Look in the material below for the line with "1, df: null" and the line with "bandPlaces(many)) / 2, 10);", then set down exactly those two lines and all lines between, nothing more.

- - -

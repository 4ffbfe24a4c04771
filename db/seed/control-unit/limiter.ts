import { type Item, ownAxis } from "@/db/seed/control-unit/item";

const fn = "Limiter";
const coolant = ownAxis(
  "coolant_temperature",
  "Temperature_C",
  "UBYTE",
  [-30, 0, 40, 110, 118, 125],
  [-40, 140],
);

export const LIMITER: readonly Item[] = [
  {
    ...{ name: "Limiter.Speed", text: "Highest engine speed", fn, scale: "Speed_rpm", type: "UWORD" },
    ...{ limits: [4000, 7200], values: [6600] },
  },
  {
    ...{ name: "Limiter.Speed_soft", text: "Speed from which torque is taken back", fn, scale: "Speed_rpm" },
    ...{ type: "UWORD", limits: [3500, 7200], values: [6450] },
    derived: { kind: "dependent", formula: "X1-150", inputs: ["Limiter.Speed"] },
  },
  {
    ...{
      name: "Limiter.Speed_by_gear",
      text: "Highest engine speed in each gear",
      fn,
      scale: "Speed_rpm",
      type: "UWORD",
    },
    ...{ limits: [4000, 7200], dims: [6], values: [6400, 6600, 6600, 6600, 6600, 6500] },
  },
  {
    ...{
      name: "Limiter.Cold_speed",
      text: "Highest engine speed by coolant",
      fn,
      scale: "Speed_rpm",
      type: "UWORD",
    },
    ...{ limits: [2000, 7200], axes: [coolant], values: [4000, 5200, 6600, 6600, 5000, 3500] },
  },
  {
    ...{ name: "Limiter.Road_speed", text: "Highest road speed", fn, scale: "Speed_kmh", type: "UWORD" },
    ...{ limits: [0, 300], values: [230] },
  },
  {
    ...{ name: "Limiter.Stage", text: "How firmly the limiter cuts", fn, scale: "Stage_word", type: "UBYTE" },
    ...{ limits: [0, 255], values: [6] },
  },
  {
    ...{
      name: "Limiter.Pattern",
      text: "Which of twelve injections are left out",
      fn,
      scale: "Number",
      type: "ULONG",
    },
    ...{ limits: [0, 4095], dims: [3], values: [0x249, 0x5b6, 0xfff] },
  },
  {
    ...{ name: "Data_label", text: "Name of the data set", scale: "Number", type: "UBYTE" },
    ...{ limits: [0, 255], characters: { text: "as the car came", bytes: 24 } },
  },
];
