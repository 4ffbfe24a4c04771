import { describe, expect, it } from "vitest";
import { MOST_TWINS, proposeOrder } from "@/lib/compare/plan/order-card";
import { cardCost, USUAL_DRIVE } from "@/lib/compare/plan/plan-cost";
import {
  bandCritical,
  bandPlaces,
  type PlanBasis,
  placesSeen,
  pooledScatter,
  STARTING_PLACES,
  scatterInterval,
} from "@/lib/compare/plan/plan-scatter";
import { planPower, shownBy, twinsFor, twinsForInterval } from "@/lib/compare/plan/plan-twins";
import { tQuantile } from "@/lib/signal/distributions";
import { leastSquares } from "@/lib/signal/least-squares";
import { randomStream } from "@/lib/signal/random";

const BASIS: PlanBasis = {
  range: { sdPct: 0.5, df: 12 },
  point: { sdPct: 0.8, df: 12 },
  places: { count: 8, comparisons: 3 },
  smoothingPct: null,
};

describe("the power of a plan", () => {
  // Smallest detectable difference in standard deviations, two-sided 5 %, power 80 %, exact noncentral t by scipy.
  it.each([
    [3, 3.071],
    [4, 2.381],
    [5, 2.024],
    [6, 1.796],
    [8, 1.507],
    [12, 1.197],
  ])("is 80 %% at the published difference of %s runs a side", (n, deltaOverSd) => {
    const df = 2 * n - 2;
    expect(planPower(deltaOverSd * Math.sqrt(n / 2), df, tQuantile(0.975, df))).toBeCloseTo(0.8, 3);
  });

  it("is what simulated road days show: the planned difference is claimed in 80 of 100", () => {
    const trials = 3000;
    const { places } = proposeOrder({ twinsPerSide: 3 });
    const shown = shownBy(3, BASIS).rangePct ?? Number.NaN;
    const sd = Math.log1p(BASIS.range.sdPct / 100);
    const random = randomStream(20, 4);
    const matrix = Float64Array.from(
      places.flatMap(({ side, leg, place }) => [
        1,
        side === "B" ? 1 : 0,
        leg === "out" ? 0.5 : -0.5,
        place - 6.5,
      ]),
    );
    let claimed = 0;
    for (let trial = 0; trial < trials; trial++) {
      const y = Float64Array.from(
        places,
        ({ side, leg, place }) =>
          (side === "B" ? Math.log1p(shown / 100) : 0) +
          (leg === "out" ? 0.004 : 0) -
          0.0007 * place +
          sd * random.nextNormal(),
      );
      const fit = leastSquares(matrix, y, 4);
      if (Math.abs(fit.coefficients[1] / fit.standardErrors[1]) > tQuantile(0.975, fit.df)) claimed++;
    }
    // Three standard errors of the simulation.
    expect(Math.abs(claimed / trials - 0.8)).toBeLessThan(3 * Math.sqrt((0.8 * 0.2) / trials));
  });
});

describe("twins a side", () => {
  it("more of them show less, and the whole curve asks for more than a range", () => {
    const rows = Array.from({ length: MOST_TWINS - 1 }, (_, i) => shownBy(i + 2, BASIS));
    for (const [i, row] of rows.entries()) {
      expect(row.curvePct).toBeGreaterThan(row.rangePct ?? Number.NaN);
      const before = rows[i - 1];
      if (before) expect(row.rangePct).toBeLessThan(before.rangePct ?? Number.NaN);
    }
    expect(shownBy(1, BASIS)).toEqual({ twins: 1, rangePct: null, curvePct: null });
  });

  it("must show a difference at one engine speed past what the band allows for smoothing, and over a range not", () => {
    const [plain, smoothed] = [null, 0.5].map((smoothingPct) => shownBy(4, { ...BASIS, smoothingPct }));
    // Ratios multiply: the allowance comes on top of what scatter asks for.
    expect(1 + (smoothed.curvePct ?? 0) / 100).toBeCloseTo(1.005 * (1 + (plain.curvePct ?? 0) / 100), 12);
    expect(smoothed.rangePct).toBe(plain.rangePct);
  });

  it("is the fewest that show what is wanted, and none where a day can't", () => {
    const { range, curve } = twinsFor(1, BASIS);
    for (const [twins, key] of [
      [range, "rangePct"],
      [curve, "curvePct"],
    ] as const) {
      expect(shownBy(twins ?? 0, BASIS)[key]).toBeLessThanOrEqual(1);
      expect(shownBy((twins ?? 0) - 1, BASIS)[key] ?? 99).toBeGreaterThan(1);
    }
    expect(twinsFor(0.01, BASIS)).toEqual({ range: null, curve: null });
    expect(() => twinsFor(0, BASIS)).toThrow(RangeError);
  });

  it("is told with what the scatter's own interval makes of it, and not for a starting value", () => {
    const between = twinsForInterval(1, BASIS);
    const { range } = twinsFor(1, BASIS);
    expect(between?.fewest.range).toBeLessThanOrEqual(range ?? 0);
    expect(between?.most.range).toBeGreaterThanOrEqual(range ?? 99);
    expect(twinsForInterval(1, { ...BASIS, range: { sdPct: 0.8, df: null } })).toBeNull();
  });
});

describe("what a plan rests on", () => {
  it("pools variances with their degrees of freedom (by hand: √((4·1 + 8·4)/12))", () => {
    const pooled = pooledScatter([
      { sdPct: 1, df: 4 },
      { sdPct: 2, df: 8 },
      { sdPct: null, df: 3 },
      { sdPct: 9, df: 0 },
    ]);
    expect(pooled?.sdPct).toBeCloseTo(Math.sqrt(3), 12);
    expect(pooled?.df).toBe(12);
    expect(pooledScatter([])).toBeNull();
  });

  it("says how well a standard deviation is known (chi-square 4.404 and 23.337 of NIST's table)", () => {
    const interval = scatterInterval({ sdPct: 1, df: 12 });
    expect(interval?.lowPct).toBeCloseTo(Math.sqrt(12 / 23.337), 4);
    expect(interval?.highPct).toBeCloseTo(Math.sqrt(12 / 4.404), 4);
    expect(scatterInterval({ sdPct: 1, df: null })).toBeNull();
  });

  it("takes the width of past bands over to another number of runs (Šidák, ten places: 2.799625)", () => {
    expect(bandCritical(10, 1e7)).toBeCloseTo(2.799625, 4);
    for (const [criticalValue, df] of [
      [3.55, 12],
      [4.85, 4],
    ])
      expect(bandCritical(bandPlaces({ criticalValue, df }), df)).toBeCloseTo(criticalValue, 8);
    expect(bandPlaces({ criticalValue: 1, df: 12 })).toBe(1);
    expect(placesSeen([])).toEqual({ count: STARTING_PLACES, comparisons: 0 });
    const [few, many] = [
      { criticalValue: 3, df: 12 },
      { criticalValue: 4, df: 12 },
    ];
    expect(placesSeen([many, few, few]).count).toBeCloseTo(bandPlaces(few), 10);
    expect(placesSeen([many, few]).count).toBeCloseTo((bandPlaces(few) + bandPlaces(many)) / 2, 10);
  });
});

describe("the cost of a card", () => {
  it("counts settling drives out and back (by hand for two twins a side)", () => {
    const card = proposeOrder({ twinsPerSide: 2 });
    // A | B B | A: three writes; 8 legs and 3 · 2 of settling, 14 in all.
    expect(cardCost(card, { ...USUAL_DRIVE, stripM: 1500 })).toEqual({
      runs: 8,
      writes: 3,
      settlingDrives: 3,
      metres: 21_000,
      minutes: 14 * 3 + 3 * 8,
      fuelL: 21 * 0.35,
    });
  });

  it("has one write where both letters are one image", () => {
    const card = proposeOrder({ twinsPerSide: 3, sameImage: true });
    expect(card.writes).toBe(1);
    expect(card.places.map((place) => place.side)).toEqual(
      proposeOrder({ twinsPerSide: 3 }).places.map((place) => place.side),
    );
  });
});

- - -

■ Result for this task
    expect(scatterInterval({ sdPct: 1, df: null })).toBeNull();
  });

  it("takes the width of past bands over to another number of runs (Šidák, ten places: 2.799625)", () => {
    expect(bandCritical(10, 1e7)).toBeCloseTo(2.799625, 4);
    for (const [criticalValue, df] of [
      [3.55, 12],
      [4.85, 4],
    ])
      expect(bandCritical(bandPlaces({ criticalValue, df }), df)).toBeCloseTo(criticalValue, 8);
    expect(bandPlaces({ criticalValue: 1, df: 12 })).toBe(1);
    expect(placesSeen([])).toEqual({ count: STARTING_PLACES, comparisons: 0 });
    const [few, many] = [
      { criticalValue: 3, df: 12 },
      { criticalValue: 4, df: 12 },
    ];
    expect(placesSeen([many, few, few]).count).toBeCloseTo(bandPlaces(few), 10);
    expect(placesSeen([many, few]).count).toBeCloseTo((bandPlaces(few) + bandPlaces(many)) / 2, 10);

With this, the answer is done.